Task instructions ▸ Reproduce each line from the records that holds "come".

[Dataset entries]
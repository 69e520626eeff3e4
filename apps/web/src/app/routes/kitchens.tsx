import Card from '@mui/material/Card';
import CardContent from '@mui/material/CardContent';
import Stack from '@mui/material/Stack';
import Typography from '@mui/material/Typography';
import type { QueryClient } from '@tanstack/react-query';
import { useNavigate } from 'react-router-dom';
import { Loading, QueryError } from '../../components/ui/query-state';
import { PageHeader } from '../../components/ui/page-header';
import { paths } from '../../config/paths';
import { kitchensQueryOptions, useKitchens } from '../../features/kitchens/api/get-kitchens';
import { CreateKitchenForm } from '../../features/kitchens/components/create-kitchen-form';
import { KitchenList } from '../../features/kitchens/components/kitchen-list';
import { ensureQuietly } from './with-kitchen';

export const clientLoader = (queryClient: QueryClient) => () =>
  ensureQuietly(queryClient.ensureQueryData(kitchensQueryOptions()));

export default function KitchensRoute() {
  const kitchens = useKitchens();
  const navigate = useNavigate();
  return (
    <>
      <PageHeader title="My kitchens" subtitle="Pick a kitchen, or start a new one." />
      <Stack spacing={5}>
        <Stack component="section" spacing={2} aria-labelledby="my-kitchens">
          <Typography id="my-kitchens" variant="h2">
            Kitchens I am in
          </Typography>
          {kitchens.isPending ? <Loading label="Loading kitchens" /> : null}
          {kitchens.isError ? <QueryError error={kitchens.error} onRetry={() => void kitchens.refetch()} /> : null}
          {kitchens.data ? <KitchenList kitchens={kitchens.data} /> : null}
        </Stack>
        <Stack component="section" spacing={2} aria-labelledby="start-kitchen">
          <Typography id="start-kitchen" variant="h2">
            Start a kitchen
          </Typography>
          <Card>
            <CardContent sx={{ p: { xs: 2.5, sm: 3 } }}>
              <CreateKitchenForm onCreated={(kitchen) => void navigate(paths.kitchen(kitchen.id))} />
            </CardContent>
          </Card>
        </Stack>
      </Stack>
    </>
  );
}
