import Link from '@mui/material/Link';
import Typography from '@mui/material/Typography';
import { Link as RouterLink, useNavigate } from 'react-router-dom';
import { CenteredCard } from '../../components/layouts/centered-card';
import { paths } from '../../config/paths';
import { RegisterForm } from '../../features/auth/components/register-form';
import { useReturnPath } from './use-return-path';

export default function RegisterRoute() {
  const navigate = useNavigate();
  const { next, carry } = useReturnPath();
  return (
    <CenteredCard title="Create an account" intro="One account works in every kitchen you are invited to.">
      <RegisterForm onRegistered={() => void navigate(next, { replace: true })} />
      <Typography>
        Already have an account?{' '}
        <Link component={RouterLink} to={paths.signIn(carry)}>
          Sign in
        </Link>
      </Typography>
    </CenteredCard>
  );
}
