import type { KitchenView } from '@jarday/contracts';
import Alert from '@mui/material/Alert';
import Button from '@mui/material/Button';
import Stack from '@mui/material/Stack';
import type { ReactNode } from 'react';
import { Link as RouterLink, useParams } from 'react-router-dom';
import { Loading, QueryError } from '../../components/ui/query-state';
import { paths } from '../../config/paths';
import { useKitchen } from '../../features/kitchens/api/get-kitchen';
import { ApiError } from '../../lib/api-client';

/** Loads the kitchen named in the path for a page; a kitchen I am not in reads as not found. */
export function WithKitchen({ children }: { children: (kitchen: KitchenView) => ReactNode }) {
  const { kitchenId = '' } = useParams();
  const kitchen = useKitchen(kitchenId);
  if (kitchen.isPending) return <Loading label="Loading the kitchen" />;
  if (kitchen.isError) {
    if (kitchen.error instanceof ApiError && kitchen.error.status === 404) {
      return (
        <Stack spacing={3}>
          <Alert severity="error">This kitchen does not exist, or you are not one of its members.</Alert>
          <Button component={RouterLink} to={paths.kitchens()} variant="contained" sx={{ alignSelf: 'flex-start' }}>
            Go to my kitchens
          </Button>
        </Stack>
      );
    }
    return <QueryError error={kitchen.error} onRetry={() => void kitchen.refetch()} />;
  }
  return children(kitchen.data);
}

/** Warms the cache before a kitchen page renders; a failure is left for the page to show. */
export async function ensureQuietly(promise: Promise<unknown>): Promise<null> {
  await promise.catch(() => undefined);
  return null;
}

* * *

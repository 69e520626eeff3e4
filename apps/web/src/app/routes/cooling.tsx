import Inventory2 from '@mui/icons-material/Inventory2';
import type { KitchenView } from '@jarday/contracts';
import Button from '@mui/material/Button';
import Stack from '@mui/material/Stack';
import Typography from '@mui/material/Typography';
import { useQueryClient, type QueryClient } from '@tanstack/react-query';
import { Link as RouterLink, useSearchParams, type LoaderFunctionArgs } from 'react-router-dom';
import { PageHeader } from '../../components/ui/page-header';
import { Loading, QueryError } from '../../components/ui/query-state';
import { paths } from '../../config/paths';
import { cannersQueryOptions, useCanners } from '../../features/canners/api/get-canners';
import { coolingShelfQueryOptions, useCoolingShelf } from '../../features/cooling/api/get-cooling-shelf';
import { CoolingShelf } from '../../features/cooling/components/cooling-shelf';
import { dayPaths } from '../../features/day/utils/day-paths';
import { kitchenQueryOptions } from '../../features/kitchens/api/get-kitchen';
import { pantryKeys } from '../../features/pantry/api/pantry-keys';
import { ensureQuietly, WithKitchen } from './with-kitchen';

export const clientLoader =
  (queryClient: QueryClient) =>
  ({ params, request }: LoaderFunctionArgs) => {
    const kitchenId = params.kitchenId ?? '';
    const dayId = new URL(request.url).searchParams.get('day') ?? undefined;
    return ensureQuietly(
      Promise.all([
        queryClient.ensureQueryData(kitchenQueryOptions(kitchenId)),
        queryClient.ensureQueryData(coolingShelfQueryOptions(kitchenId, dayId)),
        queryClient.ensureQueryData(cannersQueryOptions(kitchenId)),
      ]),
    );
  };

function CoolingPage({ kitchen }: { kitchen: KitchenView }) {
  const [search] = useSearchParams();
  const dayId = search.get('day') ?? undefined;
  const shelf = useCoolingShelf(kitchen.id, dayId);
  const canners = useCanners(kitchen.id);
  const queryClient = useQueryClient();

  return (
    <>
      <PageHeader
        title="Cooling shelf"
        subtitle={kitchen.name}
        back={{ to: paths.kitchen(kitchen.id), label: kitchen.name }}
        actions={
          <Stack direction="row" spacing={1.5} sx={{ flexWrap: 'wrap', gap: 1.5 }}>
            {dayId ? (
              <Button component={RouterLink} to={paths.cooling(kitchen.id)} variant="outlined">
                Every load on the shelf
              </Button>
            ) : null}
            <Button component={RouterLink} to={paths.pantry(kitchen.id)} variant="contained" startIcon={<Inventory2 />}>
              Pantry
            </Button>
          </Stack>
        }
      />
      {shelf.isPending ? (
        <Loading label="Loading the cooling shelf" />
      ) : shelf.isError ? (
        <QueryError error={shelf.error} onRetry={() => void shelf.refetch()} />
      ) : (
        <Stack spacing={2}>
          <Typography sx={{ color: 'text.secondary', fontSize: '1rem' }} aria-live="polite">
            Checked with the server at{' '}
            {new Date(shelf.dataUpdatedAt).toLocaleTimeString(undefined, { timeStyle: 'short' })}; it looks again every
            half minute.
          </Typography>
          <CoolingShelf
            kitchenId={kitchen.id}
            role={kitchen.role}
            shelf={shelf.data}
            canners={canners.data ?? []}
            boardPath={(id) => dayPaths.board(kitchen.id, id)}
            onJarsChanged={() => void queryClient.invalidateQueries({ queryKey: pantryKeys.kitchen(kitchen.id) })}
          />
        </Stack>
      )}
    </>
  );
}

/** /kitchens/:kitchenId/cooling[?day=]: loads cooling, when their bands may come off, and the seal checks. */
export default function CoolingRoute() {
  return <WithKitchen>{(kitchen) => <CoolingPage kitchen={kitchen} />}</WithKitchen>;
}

--

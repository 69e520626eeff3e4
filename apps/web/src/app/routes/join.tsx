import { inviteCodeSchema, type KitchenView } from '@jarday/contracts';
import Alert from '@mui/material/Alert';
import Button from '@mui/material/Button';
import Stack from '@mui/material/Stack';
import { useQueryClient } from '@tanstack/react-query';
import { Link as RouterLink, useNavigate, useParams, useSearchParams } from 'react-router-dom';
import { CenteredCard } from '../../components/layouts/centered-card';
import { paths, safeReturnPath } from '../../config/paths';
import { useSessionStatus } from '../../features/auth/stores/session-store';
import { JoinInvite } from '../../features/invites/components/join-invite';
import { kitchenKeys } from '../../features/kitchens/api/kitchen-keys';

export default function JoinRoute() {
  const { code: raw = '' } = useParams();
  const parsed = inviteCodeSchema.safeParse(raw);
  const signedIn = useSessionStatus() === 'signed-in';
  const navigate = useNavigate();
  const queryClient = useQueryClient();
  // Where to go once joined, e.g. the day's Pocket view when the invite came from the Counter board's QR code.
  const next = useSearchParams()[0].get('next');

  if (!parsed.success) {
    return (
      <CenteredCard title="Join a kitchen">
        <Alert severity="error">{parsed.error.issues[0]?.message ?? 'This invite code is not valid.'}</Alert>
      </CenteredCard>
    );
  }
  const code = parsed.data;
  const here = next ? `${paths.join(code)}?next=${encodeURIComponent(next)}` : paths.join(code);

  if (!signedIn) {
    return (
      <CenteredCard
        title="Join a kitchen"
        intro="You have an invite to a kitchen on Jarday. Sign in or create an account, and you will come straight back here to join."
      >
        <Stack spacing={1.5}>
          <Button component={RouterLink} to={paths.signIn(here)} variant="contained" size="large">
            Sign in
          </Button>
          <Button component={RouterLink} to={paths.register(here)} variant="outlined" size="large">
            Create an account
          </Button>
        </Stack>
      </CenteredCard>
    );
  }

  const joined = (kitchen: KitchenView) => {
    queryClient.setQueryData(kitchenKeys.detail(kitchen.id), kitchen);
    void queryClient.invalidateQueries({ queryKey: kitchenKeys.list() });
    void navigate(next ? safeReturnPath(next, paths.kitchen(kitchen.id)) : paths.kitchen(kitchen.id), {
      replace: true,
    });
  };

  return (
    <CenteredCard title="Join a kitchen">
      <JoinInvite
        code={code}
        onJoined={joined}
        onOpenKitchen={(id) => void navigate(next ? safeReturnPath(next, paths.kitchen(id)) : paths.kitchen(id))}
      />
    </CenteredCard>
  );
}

Answer box ▸
/** /kitchens/:kitchenId/cooling[?day=]: loads cooling, when their bands may come off, and the seal checks. */
        intro="You have an invite to a kitchen on Jarday. Sign in or create an account, and you will come straight back here to join."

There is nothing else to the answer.